Segment Start: Supplied data
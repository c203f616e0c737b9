// Stages built in code, shared by the tests and the benchmarks (so both
// measure and check the same circuits). Plain values: no doctest here, so
// bench/ can include it.
#ifndef HUSHGAIN_TESTS_FIXTURE_STAGES_H_
#define HUSHGAIN_TESTS_FIXTURE_STAGES_H_

#include "circuit/stage.h"
#include "circuit/stage_at_temperature.h"

namespace hushgain::test {

// An op-amp close enough to ideal that its finite gain is below 1e-6
// (kRelIdeal) at low frequency for noise gains up to ~1e4: A0 = 1e12,
// GBW = 1e15 Hz.
inline OpAmpModel IdealOpAmp(double e_w = 0, double i_w = 0) {
  OpAmpModel m;
  m.class_name = "ideal";
  m.e_w_v_per_rthz = e_w;
  m.i_w_a_per_rthz = i_w;
  m.open_loop_gain = 1e12;
  m.gbw_hz = 1e15;
  return m;
}

// R_in into R_f around `opamp`, 0.1 .. 10 Hz, reference 1 Hz.
inline Stage InvertingStage(double rin, double rf, const OpAmpModel& opamp,
                            double temperature_k = 300.0) {
  Stage s;
  s.name = "test stage";
  s.temperature_k = temperature_k;
  s.band_low_hz = 0.1;
  s.band_high_hz = 10.0;
  s.reference_hz = 1.0;
  s.opamp = opamp;
  s.input_resistor_ohm = rin;
  s.feedback.kind = Feedback::Kind::kResistor;
  s.feedback.resistor_ohm = rf;
  return s;
}

// As InvertingStage with the T network R1, R2, R3 as feedback.
inline Stage TeeStage(double rin, double r1, double r2, double r3,
                      const OpAmpModel& opamp, double temperature_k = 300.0) {
  Stage s = InvertingStage(rin, 1.0, opamp, temperature_k);
  s.feedback.kind = Feedback::Kind::kTee;
  s.feedback.tee = {r1, r2, r3};
  return s;
}

// A JFET-like op-amp class of our own: 6 nV/rtHz with a 50 Hz corner,
// 3 fA/rtHz, A0 1e6, GBW 20 MHz, 100 ohm out, 5 pF pins, 300 uV (3 uV/K),
// 5 pA bias doubling every 10 K.
inline OpAmpModel JfetLikeOpAmp() {
  OpAmpModel m;
  m.class_name = "test JFET-like";
  m.e_w_v_per_rthz = 6e-9;
  m.f_cv_hz = 50;
  m.i_w_a_per_rthz = 3e-15;
  m.open_loop_gain = 1e6;
  m.gbw_hz = 20e6;
  m.output_resistance_ohm = 100;
  m.c_cm_f = 5e-12;
  m.c_diff_f = 5e-12;
  m.vos_v = 300e-6;
  m.vos_drift_v_per_k = 3e-6;
  m.ib_a = 5e-12;
  m.ios_a = 2e-12;
  m.ib_law = BiasTemperatureLaw::kDoubling;
  m.ib_law_value = 10;
  return m;
}

// A geophone-like T-network stage of our own on JfetLikeOpAmp: R_in 10k,
// tee 100k / 100k / 1.02k, 1k source, 2k load, thin-film-like parts
// (0.1 %, 25 ppm/K, -35 dB), -20 .. 70 degC, 10 Hz .. 5 kHz at 25 degC.
// The spread benchmark and the Monte Carlo tests use it.
inline Stage JfetTeeStage() {
  Stage s = TeeStage(10e3, 100e3, 100e3, 1.02e3, JfetLikeOpAmp(), 298.15);
  s.name = "JFET-like T-network stage";
  s.temperature_range = TemperatureRange{253.15, 343.15};
  s.band_low_hz = 10;
  s.band_high_hz = 5e3;
  s.reference_hz = 1e3;
  s.source.resistance_ohm = 1e3;
  s.load_ohm = 2e3;
  ResistorSpec spec;
  spec.technology_name = "thin-film";
  spec.technology = {"thin film", -35, 25e-6, 0.001};
  spec.tolerance = 0.001;
  s.resistors = spec;
  return s;
}

// A T-network stage with every element the netlist knows: a finite-gain
// op-amp (A0 2e5, GBW 3 MHz, 75 ohm out, pins 4 and 2 pF, 5 nV/rtHz,
// 0.5 pA/rtHz), 50 ohm source, R_in 4.7k, tee 47k / 220k / 2.2k with 10 pF
// across, an automatic bias-compensation resistor and a 2k load.
inline Stage EveryElementTeeStage() {
  OpAmpModel m = IdealOpAmp(5e-9, 0.5e-12);
  m.open_loop_gain = 2e5;
  m.gbw_hz = 3e6;
  m.output_resistance_ohm = 75;
  m.c_cm_f = 4e-12;
  m.c_diff_f = 2e-12;
  Stage stage = TeeStage(4.7e3, 47e3, 220e3, 2.2e3, m);
  stage.source.resistance_ohm = 50;
  stage.feedback.capacitor_f = 10e-12;
  stage.plus_resistor.mode = PlusResistor::Mode::kAuto;
  stage.load_ohm = 2e3;
  return stage;
}

// A photodiode receiver on `opamp` at 25 degC: C_d and R_sh into R_f || C_f,
// 1 Hz .. 10 kHz, reference 100 Hz.
inline Stage ReceiverStage(const OpAmpModel& opamp, double c_d, double r_sh,
                           double r_f, double c_f) {
  Stage s;
  s.name = "receiver";
  s.temperature_k = kDeviceReferenceK;
  s.band_low_hz = 1;
  s.band_high_hz = 10e3;
  s.reference_hz = 100;
  s.topology = Topology::kTransimpedance;
  s.opamp = opamp;
  s.photodiode.capacitance_f = c_d;
  s.photodiode.shunt_resistance_ohm = r_sh;
  s.feedback.resistor_ohm = r_f;
  s.feedback.capacitor_f = c_f;
  return s;
}

}  // namespace hushgain::test

#endif  // HUSHGAIN_TESTS_FIXTURE_STAGES_H_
Segment End: Supplied data
Exercise aim
Repeat exactly the lines of the listing above, from the one with "is below 1e-6" down to the one with "inline Stage InvertingStage(double"; both of those lines belong in the range.

Answer below
// An op-amp close enough to ideal that its finite gain is below 1e-6
// (kRelIdeal) at low frequency for noise gains up to ~1e4: A0 = 1e12,
// GBW = 1e15 Hz.
inline OpAmpModel IdealOpAmp(double e_w = 0, double i_w = 0) {
  OpAmpModel m;
  m.class_name = "ideal";
  m.e_w_v_per_rthz = e_w;
  m.i_w_a_per_rthz = i_w;
  m.open_loop_gain = 1e12;
  m.gbw_hz = 1e15;
  return m;
}

// R_in into R_f around `opamp`, 0.1 .. 10 Hz, reference 1 Hz.
inline Stage InvertingStage(double rin, double rf, const OpAmpModel& opamp,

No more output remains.